--- DATASET EXCERPTS Enclosed Below ---
#!/usr/bin/python3
"""Tiny PNG plot of a spectrum (no matplotlib or PIL needed): for looking at
the synthetic spectra by eye.

    /usr/bin/python3 testdata/wholesynth/plot.py SPECTRUM.csv OUT.png [LO_NM HI_NM] [--log]

Draws counts against wavelength (black dots joined), the noise-free line
centres of the truth file as grey verticals, in a 900 x 420 image.
"""
import json
import os
import struct
import sys
import zlib

import numpy as np

W, H, M = 900, 420, 30


def png(path, img):
    raw = b"".join(b"\x00" + bytes(row) for row in img.reshape(H, W * 3).tolist())

    def chunk(t, d):
        c = struct.pack(">I", len(d)) + t + d
        return c + struct.pack(">I", zlib.crc32(t + d) & 0xFFFFFFFF)

    with open(path, "wb") as f:
        f.write(b"\x89PNG\r\n\x1a\n" + chunk(b"IHDR", struct.pack(">IIBBBBB", W, H, 8, 2, 0, 0, 0))
                + chunk(b"IDAT", zlib.compress(raw, 9)) + chunk(b"IEND", b""))


def main():
    args = [a for a in sys.argv[1:] if a != "--log"]
    log = "--log" in sys.argv
    src, out = args[0], args[1]
    d = np.loadtxt(src, delimiter=",", comments="#", skiprows=3)
    x, y = d[:, 0], d[:, 1].astype(float)
    if len(args) >= 4:
        m = (x >= float(args[2])) & (x <= float(args[3]))
        x, y = x[m], y[m]
    if log:
        y = np.log10(np.clip(y, 1, None))
    img = np.full((H, W, 3), 255, np.uint8)
    x0, x1, y0, y1 = x.min(), x.max(), y.min(), y.max()
    px = (M + (x - x0) / (x1 - x0) * (W - 2 * M)).astype(int)
    py = (H - M - (y - y0) / (y1 - y0) * (H - 2 * M)).astype(int)
    truth = src[:-4] + ".truth.json"
    if os.path.exists(truth):
        for ln in json.load(open(truth))["lines"]:
            c = ln["center_air_nm"]
            if x0 <= c <= x1:
                img[M:H - M, int(M + (c - x0) / (x1 - x0) * (W - 2 * M))] = (170, 170, 170)
    img[H - M, M:W - M] = 0
    img[M:H - M, M] = 0
    for i in range(len(px) - 1):
        n = max(abs(px[i + 1] - px[i]), abs(py[i + 1] - py[i]), 1)
        for t in np.linspace(0, 1, n + 1):
            img[int(round(py[i] + t * (py[i + 1] - py[i]))), int(round(px[i] + t * (px[i + 1] - px[i])))] = (0, 0, 160)
    png(out, img)
    print("%s: x %.3f..%.3f nm, y %.4g..%.4g%s" % (out, x0, x1, y0, y1, " (log10)" if log else ""))


if __name__ == "__main__":
    main()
--- End of Enclosed DATASET EXCERPTS ---
Please restate, word for word, the lines of the entries that run from the first line through the one holding "len(d)) + t + d", and add nothing.

## SOLUTION FOR THIS EXERCISE
#!/usr/bin/python3
"""Tiny PNG plot of a spectrum (no matplotlib or PIL needed): for looking at
the synthetic spectra by eye.

    /usr/bin/python3 testdata/wholesynth/plot.py SPECTRUM.csv OUT.png [LO_NM HI_NM] [--log]

Draws counts against wavelength (black dots joined), the noise-free line
centres of the truth file as grey verticals, in a 900 x 420 image.
"""
import json
import os
import struct
import sys
import zlib

import numpy as np

W, H, M = 900, 420, 30


def png(path, img):
    raw = b"".join(b"\x00" + bytes(row) for row in img.reshape(H, W * 3).tolist())

    def chunk(t, d):
        c = struct.pack(">I", len(d)) + t + d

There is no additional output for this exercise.